TASK TO COMPLETE » Return the records exactly, keeping every line as it is.
# # # # # # #
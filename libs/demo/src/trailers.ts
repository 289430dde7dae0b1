import type { TraceTrailer } from '@lampwright/trace';
import { demoId } from './demoId';
import { plans } from './plans';

export interface DemoTrailer extends TraceTrailer {
  lengthMetres: number;
  widthMetres: number;
  year: number;
  plate: string | null;
  fleet: string;
  notes: string;
  planId: string;
}

/** The fleets whose trailers the yard keeps. Invented. */
export const fleets = ['Quillmoor Freight', 'Brackenloft Lines', 'Saltmarsh Bulk'] as const;

/** Eight trailers of different build and age. */
export const trailers = {
  dryVan: {
    id: demoId('trailer', 1),
    unit: 'T-118',
    bodyType: 'dryVan',
    lengthMetres: 16.15,
    widthMetres: 2.59,
    year: 2021,
    plate: 'ZQ 4418 T',
    fleet: 'Quillmoor Freight',
    notes: 'Swing doors. Harness clips were renewed behind the landing gear in spring.',
    secondSources: [],
    abs: true,
    planId: plans.dryVan.id,
  },
  flatbed: {
    id: demoId('trailer', 2),
    unit: 'F-204',
    bodyType: 'flatbed',
    lengthMetres: 14.63,
    widthMetres: 2.59,
    year: 2004,
    plate: 'ZQ 2073 T',
    fleet: 'Brackenloft Lines',
    notes: 'Filament lamps throughout. Nose box cover has one screw missing.',
    secondSources: [],
    abs: true,
    planId: plans.flatbed.id,
  },
  pup: {
    id: demoId('trailer', 3),
    unit: 'P-031',
    bodyType: 'pup',
    lengthMetres: 8.53,
    widthMetres: 2.59,
    year: 2017,
    plate: 'ZQ 3310 T',
    fleet: 'Quillmoor Freight',
    notes: 'Runs as the lead or the rear of a set. Lift gate with its own battery.',
    secondSources: ['liftGate'],
    abs: true,
    planId: plans.pup.id,
  },
  containerChassis: {
    id: demoId('trailer', 4),
    unit: 'C-077',
    bodyType: 'containerChassis',
    lengthMetres: 12.19,
    widthMetres: 2.44,
    year: 2012,
    plate: null,
    fleet: 'Brackenloft Lines',
    notes: 'Lamps are riveted into steel boxes. Slider set to the rear hole.',
    secondSources: [],
    abs: true,
    planId: plans.containerChassis.id,
  },
  refrigerated: {
    id: demoId('trailer', 5),
    unit: 'R-412',
    bodyType: 'refrigerated',
    lengthMetres: 16.15,
    widthMetres: 2.59,
    year: 2019,
    plate: 'ZQ 5127 T',
    fleet: 'Quillmoor Freight',
    notes: 'Cooling unit with its own battery and electric standby: keep clear of its cables.',
    secondSources: ['refrigeration', 'battery'],
    abs: true,
    planId: plans.refrigerated.id,
  },
  carHauler: {
    id: demoId('trailer', 6),
    unit: 'H-559',
    bodyType: 'carHauler',
    lengthMetres: 16.15,
    widthMetres: 2.59,
    year: 2018,
    plate: 'ZQ 6640 T',
    fleet: 'Brackenloft Lines',
    notes: 'Two decks, raise and pin the upper deck before working under it.',
    secondSources: ['battery'],
    abs: true,
    planId: plans.carHauler.id,
  },
  tank: {
    id: demoId('trailer', 7),
    unit: 'K-303',
    bodyType: 'tank',
    lengthMetres: 12.8,
    widthMetres: 2.59,
    year: 2016,
    plate: 'ZQ 7005 T',
    fleet: 'Saltmarsh Bulk',
    notes:
      'Carries solvent. Power-ups only once it is certified clean and gas-free, outside this program.',
    secondSources: [],
    abs: true,
    planId: plans.tank.id,
  },
  utility: {
    id: demoId('trailer', 8),
    unit: 'U-016',
    bodyType: 'utility',
    lengthMetres: 4.88,
    widthMetres: 1.98,
    year: 2010,
    plate: 'ZQ 0166 T',
    fleet: 'Saltmarsh Bulk',
    notes: 'Yard trailer, under 80 in wide.',
    secondSources: [],
    abs: false,
    planId: plans.utility.id,
  },
} as const satisfies Record<string, DemoTrailer>;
# # # # # # #
RESPONSE TO THE TASK »
filename libs/demo/src/trailers.ts
repository 289430dde7dae0b1
import type { TraceTrailer } from '@lampwright/trace';
import { demoId } from './demoId';
import { plans } from './plans';

export interface DemoTrailer extends TraceTrailer {
  lengthMetres: number;
  widthMetres: number;
  year: number;
  plate: string | null;
  fleet: string;
  notes: string;
  planId: string;
}

/** The fleets whose trailers the yard keeps. Invented. */
export const fleets = ['Quillmoor Freight', 'Brackenloft Lines', 'Saltmarsh Bulk'] as const;

/** Eight trailers of different build and age. */
export const trailers = {
  dryVan: {
    id: demoId('trailer', 1),
    unit: 'T-118',
    bodyType: 'dryVan',
    lengthMetres: 16.15,
    widthMetres: 2.59,
    year: 2021,
    plate: 'ZQ 4418 T',
    fleet: 'Quillmoor Freight',
    notes: 'Swing doors. Harness clips were renewed behind the landing gear in spring.',
    secondSources: [],
    abs: true,
    planId: plans.dryVan.id,
  },
  flatbed: {
    id: demoId('trailer', 2),
    unit: 'F-204',
    bodyType: 'flatbed',
    lengthMetres: 14.63,
    widthMetres: 2.59,
    year: 2004,
    plate: 'ZQ 2073 T',
    fleet: 'Brackenloft Lines',
    notes: 'Filament lamps throughout. Nose box cover has one screw missing.',
    secondSources: [],
    abs: true,
    planId: plans.flatbed.id,
  },
  pup: {
    id: demoId('trailer', 3),
    unit: 'P-031',
    bodyType: 'pup',
    lengthMetres: 8.53,
    widthMetres: 2.59,
    year: 2017,
    plate: 'ZQ 3310 T',
    fleet: 'Quillmoor Freight',
    notes: 'Runs as the lead or the rear of a set. Lift gate with its own battery.',
    secondSources: ['liftGate'],
    abs: true,
    planId: plans.pup.id,
  },
  containerChassis: {
    id: demoId('trailer', 4),
    unit: 'C-077',
    bodyType: 'containerChassis',
    lengthMetres: 12.19,
    widthMetres: 2.44,
    year: 2012,
    plate: null,
    fleet: 'Brackenloft Lines',
    notes: 'Lamps are riveted into steel boxes. Slider set to the rear hole.',
    secondSources: [],
    abs: true,
    planId: plans.containerChassis.id,
  },
  refrigerated: {
    id: demoId('trailer', 5),
    unit: 'R-412',
    bodyType: 'refrigerated',
    lengthMetres: 16.15,
    widthMetres: 2.59,
    year: 2019,
    plate: 'ZQ 5127 T',
    fleet: 'Quillmoor Freight',
    notes: 'Cooling unit with its own battery and electric standby: keep clear of its cables.',
    secondSources: ['refrigeration', 'battery'],
    abs: true,
    planId: plans.refrigerated.id,
  },
  carHauler: {
    id: demoId('trailer', 6),
    unit: 'H-559',
    bodyType: 'carHauler',
    lengthMetres: 16.15,
    widthMetres: 2.59,
    year: 2018,
    plate: 'ZQ 6640 T',
    fleet: 'Brackenloft Lines',
    notes: 'Two decks, raise and pin the upper deck before working under it.',
    secondSources: ['battery'],
    abs: true,
    planId: plans.carHauler.id,
  },
  tank: {
    id: demoId('trailer', 7),
    unit: 'K-303',
    bodyType: 'tank',
    lengthMetres: 12.8,
    widthMetres: 2.59,
    year: 2016,
    plate: 'ZQ 7005 T',
    fleet: 'Saltmarsh Bulk',
    notes:
      'Carries solvent. Power-ups only once it is certified clean and gas-free, outside this program.',
    secondSources: [],
    abs: true,
    planId: plans.tank.id,
  },
  utility: {
    id: demoId('trailer', 8),
    unit: 'U-016',
    bodyType: 'utility',
    lengthMetres: 4.88,
    widthMetres: 1.98,
    year: 2010,
    plate: 'ZQ 0166 T',
    fleet: 'Saltmarsh Bulk',
    notes: 'Yard trailer, under 80 in wide.',
    secondSources: [],
    abs: false,
    planId: plans.utility.id,
  },
} as const satisfies Record<string, DemoTrailer>;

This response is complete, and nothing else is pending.